* **Activity**
The entries below hold a line with "r := call(t, row.method, row.path, riser)" and a line with "if p := problemIn(t, serve(t, handler, r));". Return those lines and all that lie between them, exactly and only.

* **Data for this exercise**

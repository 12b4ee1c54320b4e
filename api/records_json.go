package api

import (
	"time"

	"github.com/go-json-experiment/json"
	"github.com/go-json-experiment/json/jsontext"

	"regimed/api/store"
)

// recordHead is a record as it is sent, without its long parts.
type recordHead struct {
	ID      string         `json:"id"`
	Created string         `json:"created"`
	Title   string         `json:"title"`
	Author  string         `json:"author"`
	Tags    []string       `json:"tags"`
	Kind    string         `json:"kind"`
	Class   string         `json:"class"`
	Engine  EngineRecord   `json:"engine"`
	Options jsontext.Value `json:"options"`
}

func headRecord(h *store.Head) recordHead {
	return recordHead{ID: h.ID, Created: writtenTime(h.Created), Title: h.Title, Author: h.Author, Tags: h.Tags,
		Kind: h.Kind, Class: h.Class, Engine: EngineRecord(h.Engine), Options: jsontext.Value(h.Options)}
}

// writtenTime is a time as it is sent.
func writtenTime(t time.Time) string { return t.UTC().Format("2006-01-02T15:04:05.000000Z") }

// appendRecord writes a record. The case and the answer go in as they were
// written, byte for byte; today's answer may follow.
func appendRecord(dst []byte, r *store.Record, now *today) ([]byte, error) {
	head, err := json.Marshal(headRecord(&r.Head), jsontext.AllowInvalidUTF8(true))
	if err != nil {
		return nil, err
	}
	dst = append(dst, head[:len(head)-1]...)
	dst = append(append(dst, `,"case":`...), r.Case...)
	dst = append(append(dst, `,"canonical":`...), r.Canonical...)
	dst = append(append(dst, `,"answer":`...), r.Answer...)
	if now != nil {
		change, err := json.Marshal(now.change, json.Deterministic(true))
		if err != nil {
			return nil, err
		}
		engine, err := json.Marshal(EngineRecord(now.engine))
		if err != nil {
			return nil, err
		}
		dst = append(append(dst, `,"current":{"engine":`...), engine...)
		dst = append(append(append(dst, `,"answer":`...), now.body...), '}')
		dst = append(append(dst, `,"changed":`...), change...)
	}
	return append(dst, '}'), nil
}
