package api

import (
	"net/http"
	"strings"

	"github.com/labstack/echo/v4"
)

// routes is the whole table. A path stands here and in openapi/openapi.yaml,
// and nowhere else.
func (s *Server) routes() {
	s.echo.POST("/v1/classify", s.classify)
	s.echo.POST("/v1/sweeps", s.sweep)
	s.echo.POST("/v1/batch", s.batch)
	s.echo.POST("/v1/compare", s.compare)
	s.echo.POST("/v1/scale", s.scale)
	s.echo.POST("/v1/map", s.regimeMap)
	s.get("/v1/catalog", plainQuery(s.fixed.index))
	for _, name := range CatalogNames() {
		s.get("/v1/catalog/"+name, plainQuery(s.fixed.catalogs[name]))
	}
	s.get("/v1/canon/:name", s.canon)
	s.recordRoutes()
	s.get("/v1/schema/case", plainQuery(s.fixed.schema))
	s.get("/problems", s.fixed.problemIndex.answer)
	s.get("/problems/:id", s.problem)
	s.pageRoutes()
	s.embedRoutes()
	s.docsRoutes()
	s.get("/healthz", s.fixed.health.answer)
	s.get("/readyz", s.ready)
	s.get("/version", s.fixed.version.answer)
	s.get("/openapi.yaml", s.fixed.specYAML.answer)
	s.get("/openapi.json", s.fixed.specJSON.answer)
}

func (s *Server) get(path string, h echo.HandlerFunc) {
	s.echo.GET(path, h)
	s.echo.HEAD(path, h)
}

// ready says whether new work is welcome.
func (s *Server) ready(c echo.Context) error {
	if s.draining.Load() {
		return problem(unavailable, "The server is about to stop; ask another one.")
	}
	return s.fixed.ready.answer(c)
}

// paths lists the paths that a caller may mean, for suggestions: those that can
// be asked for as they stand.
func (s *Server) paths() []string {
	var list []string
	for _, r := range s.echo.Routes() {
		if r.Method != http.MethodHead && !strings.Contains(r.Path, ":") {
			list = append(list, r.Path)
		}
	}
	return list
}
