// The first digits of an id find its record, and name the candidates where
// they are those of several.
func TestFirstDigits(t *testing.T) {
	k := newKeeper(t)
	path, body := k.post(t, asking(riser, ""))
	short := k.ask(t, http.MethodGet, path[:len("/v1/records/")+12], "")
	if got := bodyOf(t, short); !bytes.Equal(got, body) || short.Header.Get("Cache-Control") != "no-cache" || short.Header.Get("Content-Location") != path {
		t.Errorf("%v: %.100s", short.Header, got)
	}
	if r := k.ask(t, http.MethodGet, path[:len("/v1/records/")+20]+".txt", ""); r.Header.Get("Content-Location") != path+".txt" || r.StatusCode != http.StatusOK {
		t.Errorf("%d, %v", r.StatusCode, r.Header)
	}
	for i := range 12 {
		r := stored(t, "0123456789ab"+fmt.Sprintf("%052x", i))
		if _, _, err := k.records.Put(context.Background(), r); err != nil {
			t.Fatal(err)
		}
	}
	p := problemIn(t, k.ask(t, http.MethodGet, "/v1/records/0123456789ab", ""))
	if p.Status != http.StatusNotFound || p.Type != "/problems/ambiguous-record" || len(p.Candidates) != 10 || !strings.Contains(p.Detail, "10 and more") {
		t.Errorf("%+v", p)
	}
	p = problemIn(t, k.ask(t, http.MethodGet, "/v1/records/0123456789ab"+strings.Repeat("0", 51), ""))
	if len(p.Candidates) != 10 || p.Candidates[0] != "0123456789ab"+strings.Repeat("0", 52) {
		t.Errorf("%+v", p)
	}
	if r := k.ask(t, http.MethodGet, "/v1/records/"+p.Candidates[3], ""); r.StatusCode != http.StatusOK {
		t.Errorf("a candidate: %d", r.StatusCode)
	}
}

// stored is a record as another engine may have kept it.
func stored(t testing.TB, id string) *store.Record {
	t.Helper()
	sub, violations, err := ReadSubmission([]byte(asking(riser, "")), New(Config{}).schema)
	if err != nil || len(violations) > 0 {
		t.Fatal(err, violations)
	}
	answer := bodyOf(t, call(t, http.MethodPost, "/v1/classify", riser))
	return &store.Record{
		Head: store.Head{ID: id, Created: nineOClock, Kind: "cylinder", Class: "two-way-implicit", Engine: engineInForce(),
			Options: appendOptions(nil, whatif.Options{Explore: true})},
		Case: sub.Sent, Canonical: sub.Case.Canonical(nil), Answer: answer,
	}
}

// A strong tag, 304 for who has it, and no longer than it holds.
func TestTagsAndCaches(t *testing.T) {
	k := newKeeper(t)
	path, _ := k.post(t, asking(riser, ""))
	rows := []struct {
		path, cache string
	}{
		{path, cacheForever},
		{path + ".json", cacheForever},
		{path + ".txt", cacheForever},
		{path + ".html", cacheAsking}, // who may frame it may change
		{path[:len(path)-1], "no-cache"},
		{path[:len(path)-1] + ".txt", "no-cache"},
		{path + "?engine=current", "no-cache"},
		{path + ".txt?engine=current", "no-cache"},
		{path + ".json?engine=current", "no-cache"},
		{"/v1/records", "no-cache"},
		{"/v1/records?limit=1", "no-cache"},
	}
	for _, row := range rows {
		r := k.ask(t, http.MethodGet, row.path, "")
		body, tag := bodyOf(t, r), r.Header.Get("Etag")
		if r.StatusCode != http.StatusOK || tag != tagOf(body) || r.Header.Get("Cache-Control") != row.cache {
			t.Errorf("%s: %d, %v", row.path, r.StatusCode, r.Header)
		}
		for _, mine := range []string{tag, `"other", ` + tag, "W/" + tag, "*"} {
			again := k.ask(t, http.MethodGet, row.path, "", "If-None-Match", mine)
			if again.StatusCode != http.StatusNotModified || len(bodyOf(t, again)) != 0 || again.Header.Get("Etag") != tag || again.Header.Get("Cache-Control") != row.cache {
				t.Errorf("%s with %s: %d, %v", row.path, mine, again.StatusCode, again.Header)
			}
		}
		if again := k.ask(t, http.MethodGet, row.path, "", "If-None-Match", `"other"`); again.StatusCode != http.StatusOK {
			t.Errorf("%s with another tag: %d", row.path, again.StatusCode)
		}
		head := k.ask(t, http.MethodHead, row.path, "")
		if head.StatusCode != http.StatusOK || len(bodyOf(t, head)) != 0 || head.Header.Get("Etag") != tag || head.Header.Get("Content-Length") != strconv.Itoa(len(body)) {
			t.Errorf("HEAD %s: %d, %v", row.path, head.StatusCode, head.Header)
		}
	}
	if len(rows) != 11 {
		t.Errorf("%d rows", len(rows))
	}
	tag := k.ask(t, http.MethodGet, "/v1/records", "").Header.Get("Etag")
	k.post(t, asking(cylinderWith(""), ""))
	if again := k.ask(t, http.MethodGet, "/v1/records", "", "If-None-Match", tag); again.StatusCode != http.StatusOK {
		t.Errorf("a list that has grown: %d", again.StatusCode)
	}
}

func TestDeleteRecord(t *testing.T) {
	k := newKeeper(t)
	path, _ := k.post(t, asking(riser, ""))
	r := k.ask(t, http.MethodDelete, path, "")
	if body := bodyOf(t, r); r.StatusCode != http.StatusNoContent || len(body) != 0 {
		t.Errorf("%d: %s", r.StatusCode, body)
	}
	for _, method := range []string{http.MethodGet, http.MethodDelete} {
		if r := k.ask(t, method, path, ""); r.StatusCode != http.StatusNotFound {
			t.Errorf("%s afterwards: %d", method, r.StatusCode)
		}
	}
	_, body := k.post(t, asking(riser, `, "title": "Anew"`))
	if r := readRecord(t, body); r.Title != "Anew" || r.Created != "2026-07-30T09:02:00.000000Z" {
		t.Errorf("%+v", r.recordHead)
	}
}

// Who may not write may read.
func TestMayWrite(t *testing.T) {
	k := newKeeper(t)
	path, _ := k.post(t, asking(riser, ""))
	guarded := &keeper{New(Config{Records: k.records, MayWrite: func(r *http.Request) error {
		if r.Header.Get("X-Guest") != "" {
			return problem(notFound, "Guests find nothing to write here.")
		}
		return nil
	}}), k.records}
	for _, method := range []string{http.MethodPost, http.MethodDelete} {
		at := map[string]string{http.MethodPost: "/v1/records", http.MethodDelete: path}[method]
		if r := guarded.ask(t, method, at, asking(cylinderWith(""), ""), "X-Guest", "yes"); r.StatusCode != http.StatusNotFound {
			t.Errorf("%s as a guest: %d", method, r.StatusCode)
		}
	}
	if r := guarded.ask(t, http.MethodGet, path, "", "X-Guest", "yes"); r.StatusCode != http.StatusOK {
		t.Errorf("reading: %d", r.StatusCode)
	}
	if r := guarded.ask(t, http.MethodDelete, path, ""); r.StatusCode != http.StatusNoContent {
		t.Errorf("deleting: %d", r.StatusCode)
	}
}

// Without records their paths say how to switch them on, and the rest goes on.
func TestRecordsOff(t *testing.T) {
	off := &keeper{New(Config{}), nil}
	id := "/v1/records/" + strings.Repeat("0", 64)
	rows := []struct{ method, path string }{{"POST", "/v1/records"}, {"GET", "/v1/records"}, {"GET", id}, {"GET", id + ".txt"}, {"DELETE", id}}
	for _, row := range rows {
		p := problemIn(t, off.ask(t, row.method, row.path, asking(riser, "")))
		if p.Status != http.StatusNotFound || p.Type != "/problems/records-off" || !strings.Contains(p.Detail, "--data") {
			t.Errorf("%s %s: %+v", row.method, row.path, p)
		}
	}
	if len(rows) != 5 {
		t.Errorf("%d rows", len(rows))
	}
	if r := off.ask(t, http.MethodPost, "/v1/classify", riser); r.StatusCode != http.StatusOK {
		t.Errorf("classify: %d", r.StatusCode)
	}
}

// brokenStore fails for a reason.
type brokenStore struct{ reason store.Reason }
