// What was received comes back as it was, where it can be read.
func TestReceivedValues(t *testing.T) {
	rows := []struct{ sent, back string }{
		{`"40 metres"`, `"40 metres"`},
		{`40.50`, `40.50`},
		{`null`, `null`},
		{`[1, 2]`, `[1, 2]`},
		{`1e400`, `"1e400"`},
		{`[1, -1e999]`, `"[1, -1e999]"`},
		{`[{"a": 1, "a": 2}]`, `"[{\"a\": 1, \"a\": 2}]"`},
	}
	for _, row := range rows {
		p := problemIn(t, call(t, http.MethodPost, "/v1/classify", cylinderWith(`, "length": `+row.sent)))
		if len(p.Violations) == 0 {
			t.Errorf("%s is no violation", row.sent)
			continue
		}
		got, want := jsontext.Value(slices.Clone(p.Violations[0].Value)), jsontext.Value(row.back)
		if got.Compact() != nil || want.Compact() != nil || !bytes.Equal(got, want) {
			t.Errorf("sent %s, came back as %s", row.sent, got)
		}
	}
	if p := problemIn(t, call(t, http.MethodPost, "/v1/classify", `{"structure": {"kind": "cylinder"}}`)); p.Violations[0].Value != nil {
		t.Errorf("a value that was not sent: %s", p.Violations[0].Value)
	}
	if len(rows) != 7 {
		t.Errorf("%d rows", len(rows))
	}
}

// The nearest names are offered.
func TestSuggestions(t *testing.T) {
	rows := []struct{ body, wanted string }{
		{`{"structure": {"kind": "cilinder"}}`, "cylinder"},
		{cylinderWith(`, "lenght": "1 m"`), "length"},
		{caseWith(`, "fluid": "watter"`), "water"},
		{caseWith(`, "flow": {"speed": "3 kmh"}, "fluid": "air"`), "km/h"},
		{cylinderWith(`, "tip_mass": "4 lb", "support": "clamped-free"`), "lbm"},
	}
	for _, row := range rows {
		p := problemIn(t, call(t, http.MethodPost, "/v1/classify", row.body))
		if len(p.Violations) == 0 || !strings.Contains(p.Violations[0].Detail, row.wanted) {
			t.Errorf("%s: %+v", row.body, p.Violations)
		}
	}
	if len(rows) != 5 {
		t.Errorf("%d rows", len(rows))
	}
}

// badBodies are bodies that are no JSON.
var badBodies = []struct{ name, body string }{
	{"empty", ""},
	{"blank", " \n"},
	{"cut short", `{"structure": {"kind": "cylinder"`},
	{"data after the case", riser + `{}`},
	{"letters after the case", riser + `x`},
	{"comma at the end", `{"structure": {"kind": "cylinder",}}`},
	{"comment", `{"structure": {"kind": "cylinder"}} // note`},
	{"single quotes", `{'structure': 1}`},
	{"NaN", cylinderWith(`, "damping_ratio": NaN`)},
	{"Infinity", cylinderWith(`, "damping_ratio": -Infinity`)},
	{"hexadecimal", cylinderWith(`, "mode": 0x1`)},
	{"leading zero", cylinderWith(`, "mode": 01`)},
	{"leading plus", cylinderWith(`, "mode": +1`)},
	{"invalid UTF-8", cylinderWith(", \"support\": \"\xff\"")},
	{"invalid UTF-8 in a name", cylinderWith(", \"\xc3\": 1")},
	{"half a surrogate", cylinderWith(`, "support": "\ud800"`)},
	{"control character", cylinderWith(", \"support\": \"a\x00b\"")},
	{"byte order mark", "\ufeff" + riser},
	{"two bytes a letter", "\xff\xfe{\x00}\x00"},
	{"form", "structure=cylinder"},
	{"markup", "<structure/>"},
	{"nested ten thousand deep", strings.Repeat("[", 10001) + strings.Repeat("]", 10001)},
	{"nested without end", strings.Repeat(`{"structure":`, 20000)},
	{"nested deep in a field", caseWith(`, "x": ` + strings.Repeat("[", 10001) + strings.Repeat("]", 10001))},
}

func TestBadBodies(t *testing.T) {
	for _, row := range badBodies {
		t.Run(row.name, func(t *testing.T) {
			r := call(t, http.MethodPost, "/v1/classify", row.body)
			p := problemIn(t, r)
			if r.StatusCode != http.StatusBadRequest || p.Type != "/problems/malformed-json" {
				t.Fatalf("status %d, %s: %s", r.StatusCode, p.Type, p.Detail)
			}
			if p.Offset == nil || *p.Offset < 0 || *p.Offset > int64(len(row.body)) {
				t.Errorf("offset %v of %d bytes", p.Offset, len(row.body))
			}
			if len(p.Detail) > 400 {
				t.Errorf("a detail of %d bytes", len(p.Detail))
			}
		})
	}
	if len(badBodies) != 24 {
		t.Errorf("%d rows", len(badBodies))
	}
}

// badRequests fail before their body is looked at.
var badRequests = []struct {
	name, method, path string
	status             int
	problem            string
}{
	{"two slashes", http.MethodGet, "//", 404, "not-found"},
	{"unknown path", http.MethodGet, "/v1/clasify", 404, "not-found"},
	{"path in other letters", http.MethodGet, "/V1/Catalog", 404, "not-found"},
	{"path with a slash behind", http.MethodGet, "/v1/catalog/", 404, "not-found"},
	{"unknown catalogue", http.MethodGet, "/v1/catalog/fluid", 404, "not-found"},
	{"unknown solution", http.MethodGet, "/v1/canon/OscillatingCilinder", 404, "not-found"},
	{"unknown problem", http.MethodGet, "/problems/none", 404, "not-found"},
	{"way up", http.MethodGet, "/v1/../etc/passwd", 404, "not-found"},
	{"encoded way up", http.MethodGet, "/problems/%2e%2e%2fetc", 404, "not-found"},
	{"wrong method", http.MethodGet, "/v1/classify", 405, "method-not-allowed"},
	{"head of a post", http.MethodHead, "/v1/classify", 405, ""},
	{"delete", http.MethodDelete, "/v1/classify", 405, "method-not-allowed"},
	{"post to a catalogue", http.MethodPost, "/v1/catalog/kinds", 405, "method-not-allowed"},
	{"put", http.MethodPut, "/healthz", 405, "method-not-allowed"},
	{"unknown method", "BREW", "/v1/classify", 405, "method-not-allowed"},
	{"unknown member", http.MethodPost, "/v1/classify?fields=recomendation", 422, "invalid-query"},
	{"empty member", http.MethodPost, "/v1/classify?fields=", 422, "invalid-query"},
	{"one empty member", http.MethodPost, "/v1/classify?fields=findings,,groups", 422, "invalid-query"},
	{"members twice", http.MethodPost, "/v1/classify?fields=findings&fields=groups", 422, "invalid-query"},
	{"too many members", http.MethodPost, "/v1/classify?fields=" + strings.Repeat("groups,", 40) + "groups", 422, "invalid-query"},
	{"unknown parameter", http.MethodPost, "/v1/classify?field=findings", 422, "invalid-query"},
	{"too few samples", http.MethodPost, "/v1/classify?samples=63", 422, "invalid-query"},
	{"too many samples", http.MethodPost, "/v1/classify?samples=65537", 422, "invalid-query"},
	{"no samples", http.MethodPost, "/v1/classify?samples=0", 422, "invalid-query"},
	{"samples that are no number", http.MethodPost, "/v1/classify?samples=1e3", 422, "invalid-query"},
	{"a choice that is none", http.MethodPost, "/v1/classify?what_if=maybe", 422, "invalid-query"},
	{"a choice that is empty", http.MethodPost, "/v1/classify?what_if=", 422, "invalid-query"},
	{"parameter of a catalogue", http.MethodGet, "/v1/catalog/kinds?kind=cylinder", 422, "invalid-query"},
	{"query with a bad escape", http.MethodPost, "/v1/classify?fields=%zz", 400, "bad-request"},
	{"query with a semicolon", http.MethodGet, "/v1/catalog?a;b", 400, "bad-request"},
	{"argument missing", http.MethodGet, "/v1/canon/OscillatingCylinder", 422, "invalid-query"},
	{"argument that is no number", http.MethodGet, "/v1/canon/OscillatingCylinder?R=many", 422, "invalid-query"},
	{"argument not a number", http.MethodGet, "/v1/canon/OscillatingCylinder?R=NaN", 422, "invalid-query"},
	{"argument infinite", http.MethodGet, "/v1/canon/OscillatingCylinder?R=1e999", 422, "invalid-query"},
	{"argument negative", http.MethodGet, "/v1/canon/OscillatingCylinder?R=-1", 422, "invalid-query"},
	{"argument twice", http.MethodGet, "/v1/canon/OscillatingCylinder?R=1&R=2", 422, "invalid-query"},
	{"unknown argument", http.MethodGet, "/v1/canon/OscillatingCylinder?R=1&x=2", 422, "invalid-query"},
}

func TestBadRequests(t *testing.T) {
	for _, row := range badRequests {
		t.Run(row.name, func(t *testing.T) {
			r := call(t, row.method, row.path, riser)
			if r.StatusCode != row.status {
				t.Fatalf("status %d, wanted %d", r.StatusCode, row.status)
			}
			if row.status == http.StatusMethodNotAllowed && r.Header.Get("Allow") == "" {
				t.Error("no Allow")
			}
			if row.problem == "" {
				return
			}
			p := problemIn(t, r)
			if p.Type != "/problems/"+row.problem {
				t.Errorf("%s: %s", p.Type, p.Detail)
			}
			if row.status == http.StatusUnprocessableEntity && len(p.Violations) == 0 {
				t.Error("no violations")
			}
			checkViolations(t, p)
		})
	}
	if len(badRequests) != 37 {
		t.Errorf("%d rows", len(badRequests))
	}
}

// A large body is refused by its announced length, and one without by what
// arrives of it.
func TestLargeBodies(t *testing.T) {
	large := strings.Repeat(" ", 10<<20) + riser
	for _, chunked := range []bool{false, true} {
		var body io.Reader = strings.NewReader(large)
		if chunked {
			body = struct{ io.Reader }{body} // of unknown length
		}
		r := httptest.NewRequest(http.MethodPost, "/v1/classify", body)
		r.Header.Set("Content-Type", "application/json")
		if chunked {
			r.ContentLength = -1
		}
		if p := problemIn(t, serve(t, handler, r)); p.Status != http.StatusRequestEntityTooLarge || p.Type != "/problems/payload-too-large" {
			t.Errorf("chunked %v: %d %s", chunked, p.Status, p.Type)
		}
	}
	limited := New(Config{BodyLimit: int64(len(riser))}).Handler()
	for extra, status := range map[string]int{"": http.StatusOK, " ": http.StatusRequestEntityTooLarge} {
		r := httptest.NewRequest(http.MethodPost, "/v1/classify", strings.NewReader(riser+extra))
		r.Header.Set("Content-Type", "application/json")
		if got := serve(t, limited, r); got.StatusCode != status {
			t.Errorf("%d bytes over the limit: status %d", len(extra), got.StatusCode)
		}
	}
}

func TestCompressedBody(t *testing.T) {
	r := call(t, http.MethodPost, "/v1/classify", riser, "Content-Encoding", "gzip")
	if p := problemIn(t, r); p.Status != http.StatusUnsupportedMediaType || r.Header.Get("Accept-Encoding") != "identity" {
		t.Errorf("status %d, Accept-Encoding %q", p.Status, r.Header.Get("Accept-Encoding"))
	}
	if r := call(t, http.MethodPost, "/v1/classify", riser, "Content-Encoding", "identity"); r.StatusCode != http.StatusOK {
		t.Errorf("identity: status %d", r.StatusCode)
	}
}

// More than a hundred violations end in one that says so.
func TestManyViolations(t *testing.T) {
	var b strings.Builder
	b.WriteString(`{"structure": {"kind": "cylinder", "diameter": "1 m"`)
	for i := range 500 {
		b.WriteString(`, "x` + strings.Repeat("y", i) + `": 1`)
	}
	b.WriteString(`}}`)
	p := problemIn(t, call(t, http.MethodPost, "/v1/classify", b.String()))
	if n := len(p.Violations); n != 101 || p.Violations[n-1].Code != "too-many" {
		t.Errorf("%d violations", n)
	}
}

* **Solution to the problem**
			r := call(t, row.method, row.path, riser)
			if r.StatusCode != row.status {
				t.Fatalf("status %d, wanted %d", r.StatusCode, row.status)
			}
			if row.status == http.StatusMethodNotAllowed && r.Header.Get("Allow") == "" {
				t.Error("no Allow")
			}
			if row.problem == "" {
				return
			}
			p := problemIn(t, r)
			if p.Type != "/problems/"+row.problem {
				t.Errorf("%s: %s", p.Type, p.Detail)
			}
			if row.status == http.StatusUnprocessableEntity && len(p.Violations) == 0 {
				t.Error("no violations")
			}
			checkViolations(t, p)
		})
	}
	if len(badRequests) != 37 {
		t.Errorf("%d rows", len(badRequests))
	}
}

// A large body is refused by its announced length, and one without by what
// arrives of it.
func TestLargeBodies(t *testing.T) {
	large := strings.Repeat(" ", 10<<20) + riser
	for _, chunked := range []bool{false, true} {
		var body io.Reader = strings.NewReader(large)
		if chunked {
			body = struct{ io.Reader }{body} // of unknown length
		}
		r := httptest.NewRequest(http.MethodPost, "/v1/classify", body)
		r.Header.Set("Content-Type", "application/json")
		if chunked {
			r.ContentLength = -1
		}
		if p := problemIn(t, serve(t, handler, r)); p.Status != http.StatusRequestEntityTooLarge || p.Type != "/problems/payload-too-large" {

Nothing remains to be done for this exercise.